*What to produce:* Your response should be every line of the data, written out exactly.

(Saved data entries)

def _check_closing(path: Path, data: object, dtypes: Mapping[str, np.dtype]) -> dict[str, Any]:
    if not isinstance(data, dict):
        raise RunFormatError(f"{path}: must hold a JSON object, got {type(data).__name__}")
    status = _need(path, data, "status", str, "one of " + ", ".join(CLOSING_STATUSES))
    if status not in CLOSING_STATUSES:
        raise RunFormatError(
            f"{path}: status = {status!r}: must be one of {', '.join(CLOSING_STATUSES)}"
        )
    ended = _need(path, data, "ended_utc", str, "ISO 8601 UTC text ending in Z")
    _parse_utc(path, "ended_utc", ended)
    _need(path, data, "summary", dict, "a mapping")
    streams = _need(path, data, "streams", dict, "a mapping of stream name -> counts")
    for name in dtypes:
        if name not in streams:
            raise RunFormatError(f"{path}: streams has no entry for stream {name!r}")
    for name, entry in streams.items():
        if name not in dtypes:
            raise RunFormatError(f"{path}: streams.{name} is not a stream of run.json")
        _check_count_entry(path, f"streams.{name}", entry, "records")
    # Every key is required and no other is allowed: a closing record with a hash
    # removed (or one added) no longer vouches for the files, and verify must say so
    # instead of skipping the check.
    unknown = sorted(set(data) - _CLOSING_KEYS)
    if unknown:
        raise RunFormatError(
            f"{path}: unknown key(s) {', '.join(map(repr, unknown))}; a closing record holds "
            f"exactly {', '.join(sorted(_CLOSING_KEYS))}"
        )
    if "events" not in data:
        raise RunFormatError(
            f"{path}: key 'events' is missing (line count and SHA-256 of {EVENTS_FILE}); "
            "without it the closing record cannot vouch for the event log (removed?)"
        )
    _check_count_entry(path, "events", data["events"], "lines")
    digest = data.get("description_sha256")
    if not isinstance(digest, str) or not _SHA256_RE.match(digest):
        raise RunFormatError(
            f"{path}: description_sha256 = {digest!r}: must be 64 lower-case hex digits (the "
            f"SHA-256 of {DESCRIPTION_FILE}); without it the closing record cannot vouch for "
            "the run description and its profile copy (removed?)"
        )
    return data


_CLOSING_KEYS = frozenset(
    {"status", "ended_utc", "summary", "streams", "events", "description_sha256"}
)


def _check_count_entry(path: Path, where: str, entry: object, count_key: str) -> None:
    if not isinstance(entry, dict):
        raise RunFormatError(f"{path}: {where} must be a mapping")
    count = entry.get(count_key)
    if isinstance(count, bool) or not isinstance(count, int) or count < 0:
        raise RunFormatError(f"{path}: {where}.{count_key} = {count!r}: must be a whole number")
    digest = entry.get("sha256")
    if not isinstance(digest, str) or not _SHA256_RE.match(digest):
        raise RunFormatError(
            f"{path}: {where}.sha256 = {digest!r}: must be 64 lower-case hex digits"
        )


def read_run_info(folder: str | os.PathLike[str]) -> RunInfo:
    """Read and check ``run.json`` and ``closing.json`` and measure the stream files.

    No records are loaded, so this is cheap for any run size. Raises RunFormatError naming
    the file and the problem (missing folder, bad JSON, unknown format or version,
    unsupported layout, missing stream file...).
    """
    root = Path(folder)
    if not root.is_dir():
        raise RunFormatError(f"{root}: run folder is missing")
    desc_path = root / DESCRIPTION_FILE
    description = _load_json(desc_path)
    dtypes = _check_description(desc_path, description)
    closing_path = root / CLOSING_FILE
    closing = None
    if closing_path.exists():
        closing = _check_closing(closing_path, _load_json(closing_path), dtypes)
    records: dict[str, int] = {}
    torn: dict[str, int] = {}
    for name, dtype in dtypes.items():
        path = root / description["streams"][name]["file"]
        size = checked_file(path, root, f"data file of stream {name!r}")
        records[name], torn[name] = divmod(size, dtype.itemsize)
    return RunInfo(root, description, closing, dtypes, records, torn)


def _stream_path(info: RunInfo, name: str) -> Path:
    return info.folder / info.description["streams"][name]["file"]


def _load_stream(info: RunInfo, name: str, use_memmap: bool) -> np.ndarray:
    path = _stream_path(info, name)
    dtype = info.dtypes[name]
    n = info.records[name]
    if n == 0:
        return np.empty(0, dtype=dtype)
    if use_memmap:
        return np.memmap(path, dtype=dtype, mode="r", shape=(n,))
    return np.fromfile(path, dtype=dtype, count=n)


def _read_events(path: Path) -> tuple[list[dict[str, Any]], bool, int]:
    """Parse ``events.jsonl``; return (events, torn last line?, torn byte count)."""
    checked_file(path, path.parent, "event log", MAX_EVENTS_BYTES)
    try:
        raw = path.read_bytes()
    except OSError as exc:
        raise RunFormatError(f"{path}: cannot read ({exc.strerror or exc})") from None
    lines = raw.split(b"\n")
    tail = lines.pop()  # bytes after the last newline: empty unless the last line is torn
    events: list[dict[str, Any]] = []
    for number, line in enumerate(lines, start=1):
        try:
            event = json.loads(line.decode("utf-8"))
        except (UnicodeDecodeError, json.JSONDecodeError, RecursionError) as exc:
            raise RunFormatError(
                f"{path}: line {number} is not a JSON object ({exc}); the event log is corrupt"
            ) from None
        if not isinstance(event, dict) or not all(k in event for k in _EVENT_RESERVED):
            raise RunFormatError(
                f"{path}: line {number} lacks one of {', '.join(_EVENT_RESERVED)}; "
                "the event log is corrupt"
            )
        events.append(event)
    return events, bool(tail), len(tail)


def _closing_problems(info: RunInfo, event_lines: int | None, check_hash: bool) -> list[str]:
    """Compare the files with ``closing.json``: counts always, SHA-256 when asked."""
    if info.closing is None:
        return []
    problems: list[str] = []
    closing_path = info.folder / CLOSING_FILE
    for name, entry in info.closing["streams"].items():
        path = _stream_path(info, name)
        itemsize = info.dtypes[name].itemsize
        want = entry["records"]
        size = path.stat().st_size
        if size != want * itemsize:
            change = "truncated after closing" if size < want * itemsize else "grew after closing"
            problems.append(
                f"{path}: {change}: {closing_path.name} says {want} records "
                f"({want * itemsize} bytes) but the file holds {size} bytes "
                f"({size // itemsize} whole records)"
            )
        elif check_hash and _sha256_of(path) != entry["sha256"]:
            problems.append(
                f"{path}: SHA-256 differs from {closing_path.name}; the file was changed "
                "after the run was closed (tampered or damaged)"
            )
    description_sha = info.closing.get("description_sha256")
    description = info.folder / DESCRIPTION_FILE
    if check_hash and description_sha is not None and _sha256_of(description) != description_sha:
        problems.append(
            f"{description}: SHA-256 differs from {closing_path.name}; the run description "
            "(with its copy of the cell profile) was changed after the run was closed"
        )
    events_entry = info.closing.get("events")
    if events_entry is not None:
        path = info.folder / EVENTS_FILE
        if event_lines is not None and event_lines != events_entry["lines"]:
            problems.append(
                f"{path}: {closing_path.name} says {events_entry['lines']} lines but the file "
                f"holds {event_lines}"
            )
        elif check_hash and path.exists() and _sha256_of(path) != events_entry["sha256"]:
            problems.append(
                f"{path}: SHA-256 differs from {closing_path.name}; the event log was changed "
                "after the run was closed"
            )
    return problems


def _sha256_of(path: Path) -> str:
    with path.open("rb") as handle:
        return hashlib.file_digest(handle, "sha256").hexdigest()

*Answer below:*
def _check_closing(path: Path, data: object, dtypes: Mapping[str, np.dtype]) -> dict[str, Any]:
    if not isinstance(data, dict):
        raise RunFormatError(f"{path}: must hold a JSON object, got {type(data).__name__}")
    status = _need(path, data, "status", str, "one of " + ", ".join(CLOSING_STATUSES))
    if status not in CLOSING_STATUSES:
        raise RunFormatError(
            f"{path}: status = {status!r}: must be one of {', '.join(CLOSING_STATUSES)}"
        )
    ended = _need(path, data, "ended_utc", str, "ISO 8601 UTC text ending in Z")
    _parse_utc(path, "ended_utc", ended)
    _need(path, data, "summary", dict, "a mapping")
    streams = _need(path, data, "streams", dict, "a mapping of stream name -> counts")
    for name in dtypes:
        if name not in streams:
            raise RunFormatError(f"{path}: streams has no entry for stream {name!r}")
    for name, entry in streams.items():
        if name not in dtypes:
            raise RunFormatError(f"{path}: streams.{name} is not a stream of run.json")
        _check_count_entry(path, f"streams.{name}", entry, "records")
    # Every key is required and no other is allowed: a closing record with a hash
    # removed (or one added) no longer vouches for the files, and verify must say so
    # instead of skipping the check.
    unknown = sorted(set(data) - _CLOSING_KEYS)
    if unknown:
        raise RunFormatError(
            f"{path}: unknown key(s) {', '.join(map(repr, unknown))}; a closing record holds "
            f"exactly {', '.join(sorted(_CLOSING_KEYS))}"
        )
    if "events" not in data:
        raise RunFormatError(
            f"{path}: key 'events' is missing (line count and SHA-256 of {EVENTS_FILE}); "
            "without it the closing record cannot vouch for the event log (removed?)"
        )
    _check_count_entry(path, "events", data["events"], "lines")
    digest = data.get("description_sha256")
    if not isinstance(digest, str) or not _SHA256_RE.match(digest):
        raise RunFormatError(
            f"{path}: description_sha256 = {digest!r}: must be 64 lower-case hex digits (the "
            f"SHA-256 of {DESCRIPTION_FILE}); without it the closing record cannot vouch for "
            "the run description and its profile copy (removed?)"
        )
    return data


_CLOSING_KEYS = frozenset(
    {"status", "ended_utc", "summary", "streams", "events", "description_sha256"}
)


def _check_count_entry(path: Path, where: str, entry: object, count_key: str) -> None:
    if not isinstance(entry, dict):
        raise RunFormatError(f"{path}: {where} must be a mapping")
    count = entry.get(count_key)
    if isinstance(count, bool) or not isinstance(count, int) or count < 0:
        raise RunFormatError(f"{path}: {where}.{count_key} = {count!r}: must be a whole number")
    digest = entry.get("sha256")
    if not isinstance(digest, str) or not _SHA256_RE.match(digest):
        raise RunFormatError(
            f"{path}: {where}.sha256 = {digest!r}: must be 64 lower-case hex digits"
        )


def read_run_info(folder: str | os.PathLike[str]) -> RunInfo:
    """Read and check ``run.json`` and ``closing.json`` and measure the stream files.

    No records are loaded, so this is cheap for any run size. Raises RunFormatError naming
    the file and the problem (missing folder, bad JSON, unknown format or version,
    unsupported layout, missing stream file...).
    """
    root = Path(folder)
    if not root.is_dir():
        raise RunFormatError(f"{root}: run folder is missing")
    desc_path = root / DESCRIPTION_FILE
    description = _load_json(desc_path)
    dtypes = _check_description(desc_path, description)
    closing_path = root / CLOSING_FILE
    closing = None
    if closing_path.exists():
        closing = _check_closing(closing_path, _load_json(closing_path), dtypes)
    records: dict[str, int] = {}
    torn: dict[str, int] = {}
    for name, dtype in dtypes.items():
        path = root / description["streams"][name]["file"]
        size = checked_file(path, root, f"data file of stream {name!r}")
        records[name], torn[name] = divmod(size, dtype.itemsize)
    return RunInfo(root, description, closing, dtypes, records, torn)


def _stream_path(info: RunInfo, name: str) -> Path:
    return info.folder / info.description["streams"][name]["file"]


def _load_stream(info: RunInfo, name: str, use_memmap: bool) -> np.ndarray:
    path = _stream_path(info, name)
    dtype = info.dtypes[name]
    n = info.records[name]
    if n == 0:
        return np.empty(0, dtype=dtype)
    if use_memmap:
        return np.memmap(path, dtype=dtype, mode="r", shape=(n,))
    return np.fromfile(path, dtype=dtype, count=n)


def _read_events(path: Path) -> tuple[list[dict[str, Any]], bool, int]:
    """Parse ``events.jsonl``; return (events, torn last line?, torn byte count)."""
    checked_file(path, path.parent, "event log", MAX_EVENTS_BYTES)
    try:
        raw = path.read_bytes()
    except OSError as exc:
        raise RunFormatError(f"{path}: cannot read ({exc.strerror or exc})") from None
    lines = raw.split(b"\n")
    tail = lines.pop()  # bytes after the last newline: empty unless the last line is torn
    events: list[dict[str, Any]] = []
    for number, line in enumerate(lines, start=1):
        try:
            event = json.loads(line.decode("utf-8"))
        except (UnicodeDecodeError, json.JSONDecodeError, RecursionError) as exc:
            raise RunFormatError(
                f"{path}: line {number} is not a JSON object ({exc}); the event log is corrupt"
            ) from None
        if not isinstance(event, dict) or not all(k in event for k in _EVENT_RESERVED):
            raise RunFormatError(
                f"{path}: line {number} lacks one of {', '.join(_EVENT_RESERVED)}; "
                "the event log is corrupt"
            )
        events.append(event)
    return events, bool(tail), len(tail)


def _closing_problems(info: RunInfo, event_lines: int | None, check_hash: bool) -> list[str]:
    """Compare the files with ``closing.json``: counts always, SHA-256 when asked."""
    if info.closing is None:
        return []
    problems: list[str] = []
    closing_path = info.folder / CLOSING_FILE
    for name, entry in info.closing["streams"].items():
        path = _stream_path(info, name)
        itemsize = info.dtypes[name].itemsize
        want = entry["records"]
        size = path.stat().st_size
        if size != want * itemsize:
            change = "truncated after closing" if size < want * itemsize else "grew after closing"
            problems.append(
                f"{path}: {change}: {closing_path.name} says {want} records "
                f"({want * itemsize} bytes) but the file holds {size} bytes "
                f"({size // itemsize} whole records)"
            )
        elif check_hash and _sha256_of(path) != entry["sha256"]:
            problems.append(
                f"{path}: SHA-256 differs from {closing_path.name}; the file was changed "
                "after the run was closed (tampered or damaged)"
            )
    description_sha = info.closing.get("description_sha256")
    description = info.folder / DESCRIPTION_FILE
    if check_hash and description_sha is not None and _sha256_of(description) != description_sha:
        problems.append(
            f"{description}: SHA-256 differs from {closing_path.name}; the run description "
            "(with its copy of the cell profile) was changed after the run was closed"
        )
    events_entry = info.closing.get("events")
    if events_entry is not None:
        path = info.folder / EVENTS_FILE
        if event_lines is not None and event_lines != events_entry["lines"]:
            problems.append(
                f"{path}: {closing_path.name} says {events_entry['lines']} lines but the file "
                f"holds {event_lines}"
            )
        elif check_hash and path.exists() and _sha256_of(path) != events_entry["sha256"]:
            problems.append(
                f"{path}: SHA-256 differs from {closing_path.name}; the event log was changed "
                "after the run was closed"
            )
    return problems


def _sha256_of(path: Path) -> str:
    with path.open("rb") as handle:
        return hashlib.file_digest(handle, "sha256").hexdigest()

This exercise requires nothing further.